*** Opening of EXTRACTED MATERIAL ***
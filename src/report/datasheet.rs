//! `report.md` and `report.html`: the datasheet-ready report with its figures.
//!
//! Both documents are rendered from one list of blocks, so they say the same thing: the
//! conditions, a datasheet table per stage (typical at the temperature nearest 27 °C, minimum
//! and maximum across the plan's temperatures), the budget verdicts, the sizing result, the
//! figures, the model's assumptions and limits, and the caution. The HTML is self-contained
//! (figures inline as SVG, styles inline) so it reads offline and prints to PDF.

use super::queries::{
    frequencies, recommended_stage, stage_names, temperatures, typical_temperature,
};
use super::summary::{limit_cell, temperature_cell, value_cell};
use super::table::{
    html_inline, html_text, html_words, markdown_inline, markdown_text, Cell, Table,
};
use super::text::{celsius, metric_label, si_exact, si_short};
use super::{Region, Report, CAUTION};
use crate::model::corner::TYPICAL;
use std::fmt::Write;

/// A figure as the documents show it: the SVG inline in HTML, the PNG linked from Markdown.
#[derive(Debug, Clone)]
pub struct EmbeddedFigure {
    /// File stem (`<stem>.svg`, `<stem>.png`).
    pub stem: String,
    /// Title.
    pub title: String,
    /// One-sentence reading guide.
    pub caption: String,
    /// The SVG document.
    pub svg: String,
}

/// One block of the report.
#[derive(Debug, Clone)]
pub enum Block {
    /// Heading of level 1–3.
    Heading(u8, String),
    /// Paragraph of plain text.
    Paragraph(String),
    /// The caution, set apart.
    Caution(String),
    /// Bulleted list.
    Bullets(Vec<String>),
    /// Table.
    Table(Table),
    /// A figure: index into the figure list.
    Figure(usize),
}

/// Fixed-decimal number, or a dash when absent.
fn fixed(value: Option<f64>, decimals: usize) -> String {
    match value {
        Some(v) if v.is_finite() => {
            let text = format!("{v:.decimals$}");
            // A value that rounds to zero is zero, not "-0.00".
            match text.strip_prefix('-') {
                Some(rest) if rest.chars().all(|c| c == '0' || c == '.') => rest.to_owned(),
                _ => text,
            }
        }
        _ => "—".into(),
    }
}

/// One value of a figure in one case: (temperature, corner, value).
type CaseValue<'a> = (f64, &'a str, Option<f64>);

/// Minimum, typical (at `typical_c` in the typical corner) and maximum of a figure over the
/// cases, with where the minimum and maximum occur.
fn typ_min_max(
    values: &[CaseValue],
    typical_c: f64,
) -> (Option<f64>, Option<f64>, Option<f64>, String) {
    let present: Vec<&CaseValue> = values
        .iter()
        .filter(|(_, _, v)| v.is_some_and(f64::is_finite))
        .collect();
    let typical = values
        .iter()
        .find(|(t, c, _)| *t == typical_c && (c.is_empty() || *c == TYPICAL))
        .and_then(|(_, _, v)| *v);
    let value = |c: &&&CaseValue| c.2.unwrap_or(f64::NAN);
    let min = present.iter().min_by(|a, b| value(a).total_cmp(&value(b)));
    let max = present.iter().max_by(|a, b| value(a).total_cmp(&value(b)));
    let cases = values
        .iter()
        .map(|(t, c, _)| (t.to_bits(), *c))
        .collect::<std::collections::BTreeSet<_>>()
        .len();
    let corners = values
        .iter()
        .any(|(_, c, _)| !c.is_empty() && *c != TYPICAL);
    let place = |case: &&CaseValue| {
        if corners {
            format!("{}, {}", celsius(case.0), case.1)
        } else {
            celsius(case.0)
        }
    };
    let at = match (min, max) {
        (Some(lo), Some(hi)) if cases > 1 => format!("{} / {}", place(lo), place(hi)),
        _ => String::new(),
    };
    (min.and_then(|c| c.2), typical, max.and_then(|c| c.2), at)
}

/// The datasheet table of one stage.
pub fn datasheet_table(report: &Report, stage: &str) -> Table {
    let temps = temperatures(report);
    let typical = typical_temperature(&temps).unwrap_or(27.0);
    let frequency = report
        .points
        .iter()
        .find(|p| p.stage == stage)
        .map(|p| p.frequency_hz);
    let mut table = Table::new([
        ("parameter", false),
        ("symbol", false),
        ("conditions", false),
        ("min", true),
        ("typ", true),
        ("max", true),
        ("unit", false),
        ("min / max at", false),
    ]);
    let f_text = frequency
        .map(|f| format!("f = {}", si_exact(f, "Hz")))
        .unwrap_or_default();
    let mut row = |name: &str,
                   symbol: &str,
                   conditions: String,
                   values: Vec<CaseValue>,
                   decimals: usize,
                   unit: &str| {
        if values.iter().all(|(_, _, v)| v.is_none()) {
            return;
        }
        let (min, typ, max, at) = typ_min_max(&values, typical);
        table.push(vec![
            name.into(),
            Cell::symbol(symbol),
            conditions.into(),
            fixed(min, decimals).into(),
            fixed(typ, decimals).into(),
            fixed(max, decimals).into(),
            unit.into(),
            at.into(),
        ]);
    };
    let intercepts: Vec<_> = report
        .intercepts
        .iter()
        .filter(|i| i.stage == stage && Some(i.frequency_hz) == frequency)
        .collect();
    let stages: Vec<_> = report.stages.iter().filter(|s| s.stage == stage).collect();
    let by_t = |f: &dyn Fn(&crate::report::InterceptRecord) -> Option<f64>| -> Vec<CaseValue> {
        intercepts
            .iter()
            .map(|i| (i.temperature_c, i.corner.as_str(), f(i)))
            .collect()
    };
    row(
        "small-signal differential gain",
        "A_v",
        "v_d → 0".into(),
        by_t(&|i| Some(i.small_signal_gain_db)),
        2,
        "dB",
    );
    row(
        "transconductance",
        "g_m",
        "v_d = 0".into(),
        stages
            .iter()
            .map(|s| {
                (
                    s.temperature_c,
                    s.corner.as_str(),
                    Some(s.transconductance_s * 1e3),
                )
            })
            .collect(),
        3,
        "mS",
    );
    row(
        "input offset voltage",
        "V_OS",
        "from the plan's mismatch".into(),
        stages
            .iter()
            .map(|s| {
                (
                    s.temperature_c,
                    s.corner.as_str(),
                    Some(s.input_offset_v * 1e6),
                )
            })
            .collect(),
        2,
        "µV",
    );
    row(
        "steering range",
        "",
        format!(
            "{:.0} % of the emitter current on one side",
            100.0 * report.analysis.steering_fraction
        ),
        by_t(&|i| Some(i.steering_range_v * 1e3)),
        2,
        "mV",
    );
    row(
        "input noise density",
        "e_n",
        "white, differential".into(),
        by_t(&|i| Some(i.input_noise_v_rthz * 1e9)),
        3,
        "nV/√Hz",
    );
    // The drive an intercept or compression figure rests on, when it left forward-active
    // operation.
    let fit_note = region_note(
        intercepts
            .iter()
            .filter_map(|i| i.iip3_fit_region.map(|r| (i.temperature_c, r)))
            .collect(),
    );
    let p1db_note = region_note(
        intercepts
            .iter()
            .filter(|i| i.p1db_v.is_some())
            .map(|i| (i.temperature_c, i.p1db_region))
            .collect(),
    );
    row(
        "input third-order intercept",
        "IIP3",
        format!("per tone, peak, {f_text}{fit_note}"),
        by_t(&|i| i.iip3_dbv),
        2,
        "dBV",
    );
    // A row in volts reads in mV while every value is below 1 V, else in V (never 1251.1 mV).
    fn volts(values: Vec<CaseValue<'_>>) -> (Vec<CaseValue<'_>>, usize, &'static str) {
        let largest = values
            .iter()
            .filter_map(|(_, _, v)| *v)
            .fold(0.0f64, |m, v| m.max(v.abs()));
        if largest < 1.0 {
            let scaled = values
                .into_iter()
                .map(|(t, c, v)| (t, c, v.map(|v| v * 1e3)))
                .collect::<Vec<_>>();
            (scaled, 1, "mV")
        } else {
            (values, 3, "V")
        }
    }
    let (values, decimals, unit) = volts(by_t(&|i| i.iip3_v));
    row(
        "input third-order intercept",
        "IIP3",
        format!("per tone, peak, {f_text}{fit_note}"),
        values,
        decimals,
        unit,
    );
    let (values, decimals, unit) = volts(by_t(&|i| i.oip3_v));
    row(
        "output third-order intercept",
        "OIP3",
        format!("per tone, peak, {f_text}{fit_note}"),
        values,
        decimals,
        unit,
    );
    let (values, decimals, unit) = volts(by_t(&|i| i.p1db_v));
    row(
        "input 1 dB compression",
        "P1dB",
        format!("peak, {f_text}{p1db_note}"),
        values,
        decimals,
        unit,
    );

    // Distortion at the budget's amplitudes (those the plan drove) and at the largest drive.
    let points: Vec<_> = report
        .points
        .iter()
        .filter(|p| p.stage == stage && Some(p.frequency_hz) == frequency)
        .collect();
    let mut amplitudes: Vec<f64> = report
        .budget
        .iter()
        .filter(|b| b.stage == stage && b.unit == "dBc")
        .filter_map(|b| b.at_v)
        .filter(|a| points.iter().any(|p| p.amplitude_v == *a))
        .collect();
    if let Some(largest) = points.iter().map(|p| p.amplitude_v).reduce(f64::max) {
        amplitudes.push(largest);
    }
    amplitudes.sort_by(f64::total_cmp);
    amplitudes.dedup();
    for a in amplitudes {
        let at = points.iter().filter(|p| p.amplitude_v == a);
        let conditions = format!("v_d = {} peak, {f_text}", si_exact(a, "V"));
        // Figures of drives outside forward-active operation say so beside them: saturation
        // is distortion the figure includes, and a reader must see it.
        let single = region_note(at.clone().map(|p| (p.temperature_c, p.region)).collect());
        let two = region_note(
            at.clone()
                .filter_map(|p| p.two_tone_region.map(|r| (p.temperature_c, r)))
                .collect(),
        );
        for (name, symbol, get) in [
            (
                "second harmonic",
                "HD2",
                (|p: &crate::report::PointRecord| p.harmonic(2))
                    as fn(&crate::report::PointRecord) -> Option<f64>,
            ),
            ("third harmonic", "HD3", |p| p.harmonic(3)),
            ("total harmonic distortion", "THD", |p| p.thd_dbc),
            ("third-order intermodulation", "IM3", |p| {
                p.im3_dbc.flatten()
            }),
        ] {
            let note = if symbol == "IM3" { &two } else { &single };
            row(
                name,
                symbol,
                format!("{conditions}{note}"),
                at.clone()
                    .map(|p| (p.temperature_c, p.corner.as_str(), get(p)))
                    .collect(),
                2,
                "dBc",
            );
        }
    }
    table
}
*** Close of EXTRACTED MATERIAL ***
## YOUR GOAL
When you find a line in the records that contains the word "order", copy it.

## OUTPUT OF THE TASK
        "input third-order intercept",
        "input third-order intercept",
        "output third-order intercept",
            ("third-order intermodulation", "IM3", |p| {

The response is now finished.